◆ Saved data entries ◆
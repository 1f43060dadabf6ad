#!/usr/bin/python3
"""Generate bubble charts read from a size key in the layouts keys come in
(corpus/matplotlib/key_*): symbols stacked in a column or lined up in a row, with the
values beside, above or below each; nested circles sharing a bottom point with the values
at their tops, beside them or at the end of leader lines; keys inside or outside the plot.
Each layout has a misleading twin (radius ∝ value) and an honest one (area ∝ value).
Truth: the data values and the marker sizes drawn from them; expected measures by
scripts/corpus/truth_shapes.py. Run after gen_matplotlib.py (which empties the folder)."""

import math
import os
import sys

import matplotlib

matplotlib.use("pdf")
import matplotlib.pyplot as plt  # noqa: E402
from matplotlib.lines import Line2D  # noqa: E402
from matplotlib.patches import Circle  # noqa: E402
from matplotlib.transforms import IdentityTransform  # noqa: E402

sys.path.insert(0, os.path.dirname(os.path.abspath(__file__)))
from gen_matplotlib import box_of, new_fig, rng_of  # noqa: E402
from gen_shapes_matplotlib import (HUES, OUT, save, values_between,  # noqa: E402
                                   with_spread)

KEY_VALUES = [10, 30, 60]
KEY_GREY = "#9a9a9a"


def marker_size(v, by):
    """matplotlib's s (pt², the square of the marker's diameter): ∝ v is honest,
    ∝ v² draws the radius ∝ v."""
    return 30.0 * v if by == "area" else 0.6 * v * v


def radius_pt(s):
    return math.sqrt(s) / 2


def key_circle(fig, x, y, r, filled):
    """A circle centred at (x, y) in points from the figure's bottom-left (dpi 72)."""
    c = Circle((x, y), r, transform=IdentityTransform(), clip_on=False,
               facecolor=KEY_GREY if filled else "none",
               edgecolor="none" if filled else "#555555", linewidth=0 if filled else 0.8)
    fig.add_artist(c)


def key_text(fig, x, y, text, ha, va):
    w, h = fig.get_figwidth() * 72, fig.get_figheight() * 72
    fig.text(x / w, y / h, text, ha=ha, va=va, fontsize=8)


def draw_key(fig, layout, by, x0, y0):
    """The key with its anchor (x0, y0) in points: a column's top-left, a row's
    left end of its centre line, nested circles' common bottom point."""
    rs = [radius_pt(marker_size(k, by)) for k in KEY_VALUES]
    if layout == "column":
        y = y0
        for k, r in zip(KEY_VALUES, rs):
            y -= r
            key_circle(fig, x0 + rs[-1], y, r, True)
            key_text(fig, x0 + 2 * rs[-1] + 6, y, "%d" % k, "left", "center")
            y -= r + 6
    elif layout in ("row-below", "row-above"):
        x = x0
        for k, r in zip(KEY_VALUES, rs):
            x += r
            key_circle(fig, x, y0, r, True)
            if layout == "row-below":
                key_text(fig, x, y0 - r - 2, "%d" % k, "center", "top")
            else:
                key_text(fig, x, y0 + r + 2, "%d" % k, "center", "bottom")
            x += r + 14
    else:  # nested circles on one bottom point; values at their tops
        cx = x0 + rs[-1]
        for k, r in sorted(zip(KEY_VALUES, rs), key=lambda t: -t[1]):
            key_circle(fig, cx, y0 + r, r, False)
            top = y0 + 2 * r
            if layout == "nested-leader":
                end = cx + rs[-1] + 10
                fig.add_artist(Line2D([cx, end], [top, top], transform=IdentityTransform(),
                                      color="#555555", linewidth=0.6, clip_on=False))
                key_text(fig, end + 2, top, "%d" % k, "left", "center")
            else:
                key_text(fig, cx + rs[-1] + 4, top, "%d" % k, "left", "center")


# where each layout puts its key: (axes rectangle, key anchor in figure fractions, data
# x and y ranges the bubbles keep to, so none sits under an inside key)
LAYOUTS = {
    "column-inside": ((0.1, 0.12, 0.85, 0.78), (0.80, 0.87), (0, 7.2), (0, 10)),
    "row-below-inside": ((0.1, 0.12, 0.85, 0.78), (0.14, 0.80), (0, 10), (0, 6.6)),
    "row-above-outside": ((0.1, 0.1, 0.85, 0.6), (0.14, 0.80), (0, 10), (0, 10)),
    "nested-outside": ((0.1, 0.12, 0.68, 0.78), (0.80, 0.40), (0, 10), (0, 10)),
    "nested-leader-inside": ((0.1, 0.12, 0.85, 0.78), (0.76, 0.62), (0, 7.2), (0, 10)),
}


def keyed_bubbles(seed, by, layout):
    def build():
        rng = rng_of(seed)
        n = 7
        v = with_spread(rng, values_between(rng, n, 5, 60), (5, 9), (50, 60))
        rect, anchor, xr, yr = LAYOUTS[layout]
        # one bubble per cell of a grid over the data ranges, jittered: no two overlap
        cols = 3 if xr[1] - xr[0] < 9 else 4
        rows = 2 if yr[1] - yr[0] < 9 else 3
        cells = rng.sample([(c, r) for c in range(cols) for r in range(rows)], min(n, cols * rows))
        n = len(cells)
        v = v[:n]
        cw, ch = (xr[1] - xr[0]) / cols, (yr[1] - yr[0]) / rows
        xs = [xr[0] + cw * (c + 0.5) + rng.uniform(-0.1, 0.1) * cw for c, _ in cells]
        ys = [yr[0] + ch * (r + 0.5) + rng.uniform(-0.1, 0.1) * ch for _, r in cells]
        fig = new_fig(6.4, 5.2 if layout == "row-above-outside" else 4.2)
        ax = fig.add_axes(rect)
        s = [marker_size(x, by) for x in v]
        ax.scatter(xs, ys, s=s, color=HUES[0][0], alpha=0.85, linewidths=0)
        ax.set_xlim(0, 10)
        ax.set_ylim(0, 10)
        ax.set_xlabel("Rainfall (mm per week)")
        ax.set_ylabel("Hive weight gain (kg)")
        fig.suptitle("Apiaries of Fernhollow: bubble size = colonies kept", fontsize=10,
                     x=0.1, y=0.98, ha="left", va="top")
        w, h = fig.get_figwidth() * 72, fig.get_figheight() * 72
        layout_kind = layout.rsplit("-", 1)[0]
        draw_key(fig, layout_kind, by, anchor[0] * w, anchor[1] * h)
        d = {"kind": "bubble", "misleading": by != "area",
             "rule": "symbols-not-by-area" if by != "area" else None, "values": v,
             "labels": ["apiary %d" % (i + 1) for i in range(n)], "axis": None,
             "baseline": None, "data_labels": None,
             "symbols": {"measure": "area", "sizes": s, "shape": "circle"},
             "style": ["scatter", "size-key", "key-" + layout, "by-" + by, "alpha"]}
        d["bbox"] = box_of(fig, ax)
        return fig, [d]
    return build


PLAN = []
for i, layout in enumerate(LAYOUTS):
    for by in ("radius", "area"):
        PLAN.append(("key_%s_%s" % (layout.replace("-", "_"), by), 941 + i,
                     keyed_bubbles(941 + i, by, layout)))


def main():
    os.makedirs(OUT, exist_ok=True)
    for name, seed, builder in PLAN:
        save(name, seed, builder)
    print("matplotlib size keys: %d charts" % len(PLAN))


if __name__ == "__main__":
    main()
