def labelled(name, seed, labs, drawn, labels, hidden):
    hi = nice_ceil(max(drawn) * 1.15)
    rows = [[l, d, str(v)] for l, d, v in zip(labels, drawn, labs)]
    s = margins() + block("d", rows)
    s += 'set title "Dunmarra Bakery - loaves"\n'
    s += "set boxwidth 0.6\nset style fill solid 1.0 noborder\n"
    s += "set xrange [-0.6:%g]\nset yrange [0:%g]\n" % (len(drawn) - 0.4, hi)
    if hidden:
        s += "unset ytics\nset border 1\n"
    s += ("plot $d using 0:2:xtic(1) with boxes lc rgb '#2b6c8f' notitle, "
          "$d using 0:2:3 with labels offset 0,0.7 notitle\n")
    liar = drawn != labs
    axis = {"min": 0, "max": hi, "scale": "linear", "orientation": "y"}
    fig = {"bbox": bbox(), "kind": "column", "misleading": liar,
           "rule": "bars-vs-labels" if liar else None, "values": labs,
           "labels": labels, "axis": None if hidden else axis,
           "baseline": 0, "data_labels": labs,
           "style": ["data-labels-only" if hidden else "data-labels"]}
    if hidden:
        fig["axis_hidden"] = axis
    if liar:
        fig["drawn_values"] = drawn
    return run(name, s, seed, [fig])


def line(name, seed, vals, labels, trunc, points):
    lo = axis_floor(vals, trunc)
    hi = nice_ceil(max(vals) * 1.1)
    s = margins() + block("d", list(zip(labels, vals)))
    s += 'set title "Harrowby Lifts - uptime"\n'
    s += "set xrange [0:%d]\nset yrange [%g:%g]\nset grid\n" % (
        len(vals) - 1, lo, hi)
    s += ("plot $d using 0:2:xtic(1) with %s lw 2 notitle\n"
          % ("linespoints pt 7" if points else "lines"))
    fig = {"bbox": bbox(), "kind": "line", "misleading": False, "rule": None,
           "values": vals, "labels": labels,
           "axis": {"min": lo, "max": hi, "scale": "linear",
                    "orientation": "y"}, "baseline": None,
           "style": ["gridlines"] + (["markers"] if points else [])
           + trunc_tags(trunc)}
    return run(name, s, seed, [fig])


def band(name, seed, rng, labels):
    hi_v = make_values(rng, len(labels), 500, 900)
    lo_v = [int(v * rng.uniform(0.6, 0.8)) for v in hi_v]
    lo = nice_floor(min(lo_v) * 0.9)
    hi = nice_ceil(max(hi_v) * 1.1)
    s = margins() + block("d", list(zip(labels, lo_v, hi_v)))
    s += 'set title "Harrowby Lifts - daily range"\n'
    s += "set xrange [0:%d]\nset yrange [%g:%g]\n" % (len(labels) - 1, lo, hi)
    s += "set style fill solid 0.5 noborder\n"
    s += ("plot $d using 0:2:3:xtic(1) with filledcurves lc rgb '#9fb8d8' "
          "notitle\n")
    fig = {"bbox": bbox(), "kind": "area", "misleading": False, "rule": None,
           "values": hi_v, "labels": labels,
           "axis": {"min": lo, "max": hi, "scale": "linear",
                    "orientation": "y"}, "baseline": None,
           "series": [{"name": "high", "values": hi_v},
                      {"name": "low", "values": lo_v}],
           "style": ["between-series", "truncated-axis"]}
    return run(name, s, seed, [fig])


def multiplot(name, seed, rng):
    """Two charts on one page: truncated boxes left, honest boxes right."""
    v1 = make_values(rng, 5, 300, 800)
    v2 = make_values(rng, 5, 300, 800)
    labels = YEARS[:5]
    lo1 = axis_floor(v1, "severe")
    hi1, hi2 = nice_ceil(max(v1) * 1.1), nice_ceil(max(v2) * 1.1)
    boxes = [(0.08, 0.48), (0.57, 0.97)]
    s = block("a", list(zip(labels, v1))) + block("b", list(zip(labels, v2)))
    s += "set multiplot\nset boxwidth 0.6\nset style fill solid 1 noborder\n"
    s += "set xrange [-0.6:4.6]\n"
    figs = []
    for (l, r), (d, lo, hi, v) in zip(boxes, (("a", lo1, hi1, v1),
                                              ("b", 0, hi2, v2))):
        s += margins(l=l, r=r)
        s += "set yrange [%g:%g]\n" % (lo, hi)
        s += "plot $%s using 0:2:xtic(1) with boxes notitle\n" % d
        mis = lo != 0
        figs.append({"bbox": bbox(l=l, r=r), "kind": "column",
                     "misleading": mis,
                     "rule": "bars-off-zero" if mis else None, "values": v,
                     "labels": labels,
                     "axis": {"min": lo, "max": hi, "scale": "linear",
                              "orientation": "y"}, "baseline": lo,
                     "style": ["multi-chart-page"]
                     + (trunc_tags("severe") if mis else [])})
    s += "unset multiplot\n"
    return run(name, s, seed, figs)


PRODUCER = None


def main():
    global PRODUCER
    PRODUCER = producer()
    os.makedirs(OUT, exist_ok=True)
    for f in os.listdir(OUT):
        if f.endswith((".pdf", ".truth.json", ".gp")):
            os.remove(os.path.join(OUT, f))
    total = 0
    seed = 500
    families = [
        ("gp_boxes_plain", "plain", [], YEARS, 400, 900, 0),
        ("gp_boxes_hatch", "plain", ["hatch"], YEARS[:6], 300, 800, 0),
        ("gp_boxes_usd_grid", "usd", ["gridlines", "edge-strokes"],
         YEARS[:6], 1200, 5400, 0),
        ("gp_boxes_alpha_pct", "percent", ["alpha"], YEARS[:6], 22, 64, 1),
        ("gp_boxes_comma", "comma", ["gridlines"], YEARS[:7], 1.2, 4.8, 1),
        ("gp_boxes_eur", "eur", [], YEARS[:6], 2400, 9800, 0),
        ("gp_boxes_rotated", "plain", ["rotated-labels"],
         ["Week %d" % i for i in range(1, 11)], 300, 700, 0),
    ]
    for name, fmt, style, labels, lo, hi, dec in families:
        seed += 1
        vals = make_values(rng_of(seed), len(labels), lo, hi, dec)
        for trunc, suf in (("none", "honest"), ("mild", "trunc_mild"),
                           ("severe", "trunc_severe")):
            total += columns("%s_%s" % (name, suf), seed, vals, labels, trunc,
                             fmt, style)
    seed += 1
    vals = make_values(rng_of(seed), 44, 500, 1500)
    labs = ["%d" % i for i in range(44)]
    for trunc in ("none", "severe"):
        total += columns("gp_boxes_many_%s" % trunc, seed, vals, labs, trunc,
                         "plain", ["many-bars"])
    seed += 1
    vals = make_values(rng_of(seed), 6, 200, 700)
    for trunc in ("none", "mild", "severe"):
        total += hbars("gp_hbars_%s" % trunc, seed, vals, PIERS, trunc)
    for mode, style in (("y0", []), ("x1", ["alpha", "gridlines"])):
        seed += 1
        vals = make_values(rng_of(seed), 8, 300, 900)
        for trunc in ("none", "mild", "severe"):
            if mode == "x1" and trunc == "none":
                continue  # x1 on a zero-based axis is the y0 honest case
            total += filled("gp_filled_%s_%s" % (mode, trunc), seed, vals,
                            YEARS, trunc, mode, style)
    for mode in ("rowstacked", "clustered"):
        seed += 1
        for trunc in ("none", "severe"):
            total += histo("gp_histo_%s_%s" % (mode, trunc), seed,
                           rng_of(seed), YEARS[:6], trunc, mode)
    for k in range(2):
        seed += 1
        rng = rng_of(seed)
        vals = sorted(int(10 ** rng.uniform(1.6, 3.6)) for _ in range(6))
        total += log_boxes("gp_log_boxes_%d" % k, seed, vals, YEARS[:6])
        total += columns("gp_log_boxes_%d_honest_linear" % k, seed, vals,
                         YEARS[:6], "none", "plain", [])
    for k, hidden in enumerate((True, False)):
        seed += 1
        labs = make_values(rng_of(seed), 5, 400, 900)
        drawn = [int(labs[0] * 0.45 + (d - labs[0]) * 1.6) for d in labs]
        total += labelled("gp_labels_%d_liar" % k, seed, labs, drawn,
                          YEARS[:5], hidden)
        total += labelled("gp_labels_%d_honest" % k, seed, labs, labs,
                          YEARS[:5], hidden)
    for k, (trunc, pts) in enumerate((("severe", False), ("mild", True))):
        seed += 1
        vals = make_values(rng_of(seed), 8, 90, 99, 1)
        total += line("gp_line_%d" % k, seed, vals, YEARS, trunc, pts)
    seed += 1
    total += band("gp_band", seed, rng_of(seed), YEARS)
    seed += 1
    total += multiplot("gp_multiplot", seed, rng_of(seed))
    print("gnuplot: %d figures" % total)


if __name__ == "__main__":
    main()
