/* splitmix64 (Steele, Lea, Flood 2014; constants as published by Vigna).
 * Used instead of rand() because libc generators differ between systems. */
#include "cairo_rng.h"

void pp_gen_rng_init(pp_gen_rng *rng, guint64 seed) {
  rng->state = seed;
}

guint64 pp_gen_rng_next(pp_gen_rng *rng) {
  guint64 z = (rng->state += G_GUINT64_CONSTANT(0x9e3779b97f4a7c15));
  z = (z ^ (z >> 30)) * G_GUINT64_CONSTANT(0xbf58476d1ce4e5b9);
  z = (z ^ (z >> 27)) * G_GUINT64_CONSTANT(0x94d049bb133111eb);
  return z ^ (z >> 31);
}

double pp_gen_rng_uniform(pp_gen_rng *rng, double lo, double hi) {
  /* 53 high bits give an exactly representable double in [0,1). */
  double u = (double)(pp_gen_rng_next(rng) >> 11) / 9007199254740992.0;
  return lo + (hi - lo) * u;
}

int pp_gen_rng_int(pp_gen_rng *rng, int lo, int hi_inclusive) {
  guint64 span = (guint64)(hi_inclusive - lo + 1);
  return lo + (int)(pp_gen_rng_next(rng) % span);
}
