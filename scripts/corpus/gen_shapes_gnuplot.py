#!/usr/bin/python3
"""Generate the bubble charts of the gnuplot corpus (corpus/gnuplot/shape_*): `with
circles` (radius in x-axis units) scaled by value (radius ∝ v, misleading) or by its
square root (area ∝ v, honest), values printed `with labels` or on a size key, and a
constant-size circle scatter. Run after gen_gnuplot.py (which empties the folder)."""

import math
import os
import sys

sys.path.insert(0, os.path.dirname(os.path.abspath(__file__)))
import gen_gnuplot as gg  # noqa: E402
import truth_shapes  # noqa: E402

PLOTS = ["Harrowby", "Selkirk Bay", "Moss Point", "Quillan", "Dunmarra", "Wrenfield",
         "Ostry"]


def bubbles(name, seed, by, labels=True):
    rng = gg.rng_of(seed)
    n = 6
    v = [int(rng.uniform(4, 80)) for _ in range(n)]
    i, k = rng.sample(range(n), 2)  # a wide spread whatever the seed (held-out corpora)
    v[i], v[k] = int(rng.uniform(4, 10)), int(rng.uniform(70, 80))
    xs = [round(rng.uniform(16, 84), 1) for _ in range(n)]  # inside the frame: none clipped
    ys = [round(rng.uniform(25, 75), 1) for _ in range(n)]
    if by == "radius":
        r = [round(0.16 * x, 3) for x in v]
    elif by == "area":
        r = [round(1.4 * math.sqrt(x), 3) for x in v]
    else:
        r = [3.0] * n
    s = gg.margins() + gg.block("d", list(zip(xs, ys, r, v)))
    s += 'set title "Selkirk Tramways - depots (circle size: staff)"\n'
    s += "set xrange [0:100]\nset yrange [0:100]\n"
    s += "set xlabel 'Distance from centre (km)'\nset ylabel 'Punctuality (%)'\n"
    s += "set style fill solid 0.75 noborder\n"
    s += "unset key\n"
    plot = "plot $d using 1:2:3 with circles lc rgb '#8e5aa8'"
    if labels and by != "constant":
        plot += ", $d using 1:2:(sprintf('%d', $4)) with labels font 'Sans,8'"
    s += plot + "\n"
    fig = {"bbox": gg.bbox(), "style": ["scatter", "by-" + by]}
    if by == "constant":
        fig.update({"kind": "line", "misleading": False, "rule": None, "values": [],
                    "labels": [], "axis": None, "baseline": None})
        fig["style"].append("constant-size")
    else:
        fig.update({"kind": "bubble", "misleading": by == "radius",
                    "rule": "symbols-not-by-area" if by == "radius" else None,
                    "values": v, "labels": PLOTS[:n], "axis": None, "baseline": None,
                    "data_labels": list(v) if labels else None,
                    "symbols": {"measure": "radius", "sizes": r, "shape": "circle"}})
        fig["style"].append("data-labels")
    gg.run(name, s, seed, [fig])
    lf = (fig.get("expected") or {}).get("lie_factor_growth")
    if fig["kind"] == "bubble" and fig["misleading"] == truth_shapes.faithful(fig.get("expected")):
        raise SystemExit("%s: misleading=%s but lie factor %s" % (name, fig["misleading"], lf))


def main():
    gg.PRODUCER = gg.producer()
    os.makedirs(gg.OUT, exist_ok=True)
    bubbles("shape_circles_radius", 931, "radius")
    bubbles("shape_circles_area", 931, "area")
    bubbles("shape_circles_radius_b", 932, "radius")
    bubbles("shape_circles_area_b", 932, "area")
    bubbles("shape_circles_constant", 933, "constant")
    print("gnuplot shapes: 5 charts")


if __name__ == "__main__":
    main()
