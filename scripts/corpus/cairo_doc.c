/* PDF document lifetime plus axis fitting shared by both generators. */
#include "cairo_doc.h"

#include <cairo-pdf.h>
#include <math.h>

pp_gen_doc *pp_gen_doc_new(const char *out_dir, const char *rel_dir, const char *name, guint64 seed,
                           double width, double height, const char *title) {
  pp_gen_doc *d = g_new0(pp_gen_doc, 1);
  d->pdf_path = g_strdup_printf("%s/%s.pdf", out_dir, name);
  d->truth_path = g_strdup_printf("%s/%s.truth.json", out_dir, name);
  char *rel = g_strdup_printf("%s/%s.pdf", rel_dir, name);
  d->truth = pp_gen_truth_new(rel, seed);
  g_free(rel);
  d->width = width;
  d->height = height;
  d->surface = cairo_pdf_surface_create(d->pdf_path, width, height);
  /* A fixed date keeps the files identical between runs and machines. */
  cairo_pdf_surface_set_metadata(d->surface, CAIRO_PDF_METADATA_CREATE_DATE,
                                 "2031-03-14T09:00:00Z");
  cairo_pdf_surface_set_metadata(d->surface, CAIRO_PDF_METADATA_CREATOR,
                                 "plotproof corpus generator");
  if (title)
    cairo_pdf_surface_set_metadata(d->surface, CAIRO_PDF_METADATA_TITLE, title);
  d->cr = cairo_create(d->surface);
  d->page = 1;
  return d;
}

void pp_gen_doc_next_page(pp_gen_doc *doc) {
  cairo_show_page(doc->cr);
  doc->page++;
}

gboolean pp_gen_doc_finish(pp_gen_doc *doc, GError **error) {
  cairo_show_page(doc->cr);
  doc->truth->pages = doc->page;
  if (doc->page > 1)
    for (guint i = 0; i < doc->truth->figures->len; i++)
      pp_gen_figure_add_style(g_ptr_array_index(doc->truth->figures, i), "multi-page");
  cairo_destroy(doc->cr);
  doc->cr = NULL;
  cairo_surface_finish(doc->surface);
  cairo_status_t st = cairo_surface_status(doc->surface);
  cairo_surface_destroy(doc->surface);
  doc->surface = NULL;
  if (st != CAIRO_STATUS_SUCCESS) {
    g_set_error(error, G_FILE_ERROR, G_FILE_ERROR_FAILED, "%s: %s", doc->pdf_path,
                cairo_status_to_string(st));
    return FALSE;
  }
  return pp_gen_truth_write(doc->truth, doc->truth_path, error);
}

void pp_gen_doc_free(pp_gen_doc *doc) {
  if (!doc)
    return;
  if (doc->cr)
    cairo_destroy(doc->cr);
  if (doc->surface)
    cairo_surface_destroy(doc->surface);
  pp_gen_truth_free(doc->truth);
  g_free(doc->pdf_path);
  g_free(doc->truth_path);
  g_free(doc);
}

double pp_gen_nice_step(double raw) {
  double mag = pow(10, floor(log10(raw)));
  static const double mult[] = {1, 2, 2.5, 5, 10};
  for (int i = 0; i < 5; i++)
    if (mult[i] * mag >= raw * (1 - 1e-9))
      return mult[i] * mag;
  return 10 * mag;
}

void pp_gen_chart_fit_axis(pp_gen_chart *c, double frac) {
  double vmin = INFINITY, vmax = -INFINITY;
  for (int i = 0; i < c->n; i++) {
    double v = 0;
    int ns = c->n_series > 0 ? c->n_series : 1;
    for (int s = 0; s < ns; s++) {
      double x = c->values[s * c->n + i];
      if (c->stacked)
        v += x;
      else {
        vmin = fmin(vmin, x);
        vmax = fmax(vmax, x);
      }
    }
    if (c->stacked) {
      vmin = fmin(vmin, v);
      vmax = fmax(vmax, v);
    }
  }
  double lo = 0;
  if (frac > 0) {
    double target = frac * vmin;
    double q = pow(10, floor(log10(target)) - 1);
    lo = floor(target / q) * q;
  }
  double step = pp_gen_nice_step((vmax - lo) / 5);
  double hi = ceil(vmax * 1.02 / step) * step;
  if (hi <= vmax)
    hi += step;
  c->axis_min = lo;
  c->axis_max = hi;
  c->tick_step = step;
  c->decimals = step >= 1 ? 0 : (step >= 0.1 ? 1 : 2);
  if (fabs(step * pow(10, c->decimals) - round(step * pow(10, c->decimals))) > 1e-9)
    c->decimals++;
  c->bar_from = lo;
}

◆ TASK TO CARRY OUT ◆
In the entries above, identify every line with the word "square". Copy those lines.

◆ RESPONSE AREA ◆
    """matplotlib's s (pt², the square of the marker's diameter): ∝ v is honest,
square root (area ∝ v, honest), values printed `with labels` or on a size key, and a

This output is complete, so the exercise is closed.